Objectives: Insomnia is a common symptom after COVID-19 infection; however, its current evidence was among hospitalized COVID-19 patients. This study aimed to assess the prevalence of insomnia and identify its association with depression and anxiety among non-hospitalized COVID-19 recovered population.

Methods: We conducted a cross-sectional online survey of 1,056 COVID-19 survivors within 6 months of initial COVID-19 infection and retrieved did not require hospitalization. The Insomnia Severity Index, and Depression Anxiety and Stress Scale-14 were used. Multivariate logistic regression was used to examine the associations between depressive and anxiety score, and participants’ insomnia level.

Results: The prevalence of insomnia was 76.1%, and among those, 22.8% of participants scored for severe insomnia. One third of participants reported worse sleep quality, shorter sleep duration, and harder to fall asleep, half reported more awaken nights after COVID-19 infection. Participants with depressive (OR 3.45; 95%CI 1.87–6.34) or anxiety (OR 3.93; 95%CI 2.52–6.13) had significantly higher odds of developing insomnia. Other risk factors of insomnia included pre-existing chronic conditions and higher education level, while COVID-19 symptoms and duration were not significantly associated.

Conclusion: Our study highlights the substantial burden of insomnia among non-hospitalized COVID-19 survivors and the significant association of depression and anxiety on the development of this long-term effect of COVID-19. These findings underscore the need for comprehensive interventions that address both sychological and sleeping health in this population.


Since late 2019, COVID-19 pandemic had reached every region of the world and infected over 767 million people globally (1). As of mid-2023, about 90% of COVID-19 infected cases had recovered from the disease (2). Most common symptoms reported during the acute phases of COVID-19 were cough, fatigue, fever, dyspnea, musculoskeletal disorders, gastrointestinal symptoms, anosmia, dysgeusia, and vertigo (35). As the results, COVID-19 patients face many unpleasant symptoms after recovering. Post COVID-19 condition, commonly known as long COVID has been defined as symptoms experienced by COVID-19 patients after the initial SARS-CoV-2 infection, these symptoms can affect anyone exposed to SAR-CoV-2, regardless the severity of original symptoms (6).

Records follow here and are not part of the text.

//! Pairing charts: every cell is the planning core's answer for that pair of starts,
//! the chart is monotone, and "keep the highest turn over your charts" reproduces the
//! full team plan (the team allowance is the smallest of all; a smaller allowance only
//! raises a turn).

use turnsheet::formats::team_file::TeamFile;
use turnsheet::plan::{Mix, plan_team};
use turnsheet::plan::{pair_chart, starts_around, team_charts};

fn demo() -> turnsheet::plan::TeamInput {
    TeamFile::parse(include_str!("../examples/hollowmere-team.json"))
        .unwrap()
        .to_input()
        .unwrap()
}

#[test]
fn cells_are_the_core_plan_of_the_pair() {
    let team = demo();
    let mine = starts_around(220.0, 10.0, 1, 4);
    let theirs = starts_around(205.0, 10.0, 1, 4);
    let chart = pair_chart(&team, 0, 1, &mine, &theirs).unwrap();
    for (r, m) in mine.iter().enumerate() {
        for (c, b) in theirs.iter().enumerate() {
            let mut pair = team.clone();
            pair.divers = vec![team.divers[0].clone(), team.divers[1].clone()];
            pair.divers[0].start = turnsheet::plan::Pressure::from_bar(*m);
            pair.divers[1].start = turnsheet::plan::Pressure::from_bar(*b);
            for d in &mut pair.divers {
                d.stage = None;
            }
            let expected = plan_team(&pair).unwrap().divers[0].turn_shown_value;
            assert_eq!(chart.turns[r][c], Some(expected), "row {m} column {b}");
        }
    }
}

#[test]
fn charts_are_monotone() {
    let mut team = demo();
    team.divers[1].mix = Mix::trimix(0.21, 0.35);
    for chart in team_charts(&team, 2, 7).unwrap() {
        for r in 0..chart.my_starts.len() {
            for c in 1..chart.buddy_starts.len() {
                // Columns go to lower teammate starts: my turn never drops.
                let (a, b) = (chart.turns[r][c - 1].unwrap(), chart.turns[r][c].unwrap());
                assert!(b >= a, "row {r}: {a} then {b}");
            }
        }
        for c in 0..chart.buddy_starts.len() {
            for r in 1..chart.my_starts.len() {
                // Rows go to lower own starts: my turn never rises.
                let (a, b) = (chart.turns[r - 1][c].unwrap(), chart.turns[r][c].unwrap());
                assert!(b <= a, "column {c}: {a} then {b}");
                assert!(b <= chart.my_starts[r]);
            }
        }
    }
}

#[test]
fn highest_turn_over_pair_charts_is_the_team_turn() {
    let mut team = demo();
    // Starts on the gauge step so that they are cells of the charts.
    for (d, s) in team.divers.iter_mut().zip([220.0, 200.0, 280.0]) {
        d.start = turnsheet::plan::Pressure::from_bar(s);
        d.stage = None;
    }
    team.divers[2].mix = Mix::trimix(0.18, 0.45);
    let plan = plan_team(&team).unwrap();
    let charts = team_charts(&team, 2, 2).unwrap();
    for (i, d) in plan.divers.iter().enumerate() {
        let highest = charts
            .iter()
            .filter(|c| c.me == i)
            .map(|c| {
                let r = c
                    .my_starts
                    .iter()
                    .position(|v| *v == team.divers[i].start.bar())
                    .unwrap();
                let col = c
                    .buddy_starts
                    .iter()
                    .position(|v| *v == team.divers[c.buddy].start.bar())
                    .unwrap();
                c.turns[r][col].unwrap()
            })
            .fold(f64::MIN, f64::max);
        assert_eq!(highest, d.turn_shown_value, "{}", d.name);
    }
}

#[test]
fn reading_between_grid_lines_toward_safety_never_gives_a_lower_turn() {
    // Own start between rows → the row above; teammate's start between columns → the
    // column below. The chart cell must be at least the exact plan's turn.
    let team = demo(); // Ines starts at 218 bar, Bram at 205 bar: both between grid lines.
    let charts = team_charts(&team, 2, 7).unwrap();
    for c in charts.iter().filter(|c| c.me == 0 && c.buddy == 1) {
        let mine = team.divers[0].start.bar();
        let theirs = team.divers[1].start.bar();
        let r = c.my_starts.iter().rposition(|x| *x >= mine).unwrap();
        let col = c.buddy_starts.iter().position(|x| *x <= theirs).unwrap();
        let mut pair = team.clone();
        pair.divers.truncate(2);
        for d in &mut pair.divers {
            d.stage = None;
        }
        let exact = plan_team(&pair).unwrap().divers[0].turn_shown_value;
        assert!(c.turns[r][col].unwrap() >= exact);
    }
}

#[test]
fn mixed_gauge_cells_are_the_core_plan_of_the_pair() {
    // Bram reads psi on 50 psi, Ines bar on 5 bar (invented team): rows, columns and
    // cells are each on their own diver's gauge, and every cell is plan_team of that pair.
    use turnsheet::plan::{Gauge, PressureUnit};
    let mut team = demo();
    team.divers[0].gauge = Some(Gauge {
        unit: PressureUnit::Bar,
        step: 5.0,
    });
    team.divers[1].gauge = Some(Gauge {
        unit: PressureUnit::Psi,
        step: 50.0,
    });
    for (me, buddy) in [(0, 1), (1, 0)] {
        let (gm, gb) = (team.gauge_of(me), team.gauge_of(buddy));
        let mine = starts_around(gm.value(team.divers[me].start), gm.step, 3, 30);
        let theirs = starts_around(gb.value(team.divers[buddy].start), gb.step, 3, 30);
        let chart = pair_chart(&team, me, buddy, &mine, &theirs).unwrap();
        assert_eq!((chart.my_gauge, chart.buddy_gauge), (gm, gb));
        let mut some = 0;
        for (r, m) in mine.iter().enumerate() {
            for (c, b) in theirs.iter().enumerate() {
                let mut pair = team.clone();
                pair.divers = vec![team.divers[me].clone(), team.divers[buddy].clone()];
                pair.divers[0].start = gm.pressure(*m);
                pair.divers[1].start = gb.pressure(*b);
                for d in &mut pair.divers {
                    d.stage = None;
                }
                let expected = plan_team(&pair).ok().map(|p| p.divers[0].turn_shown_value);
                assert_eq!(chart.turns[r][c], expected, "{me}: row {m} column {b}");
                if let Some(t) = expected {
                    assert!(t == *m || (t / gm.step - (t / gm.step).round()).abs() < 1e-9);
                    some += 1;
                }
            }
        }
        assert!(some > 100, "{some} cells planned");
    }
}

Although the pandemic is expected to become an endemic disease, prolonged physical and psychological problems after COVID-19 infection should be considered an important public health issue that needs addressing promptly. Among 200 different symptoms after COVID-19 infection, insomnia is one of the most common symptoms (79). Two recent systematic reviews have revealed a wide prevalence of insomnia among COVID-19 recovered patients ranging from 5.4 to 66.67% (8, 9). In general population, when being measured by the standard scale, this prevalence ranged from 10.1 to 66.67% (1012), while using the standardized classification system of diagnosis codes (ICD-10) it ranged from 5.4 to 36.5% (13, 14). Longitudinal studies among COVID-19 patients after 6 months discharged from hospital reported the proportion of insomnia ranging widely from 10.1 to 45.1% (12, 15, 16).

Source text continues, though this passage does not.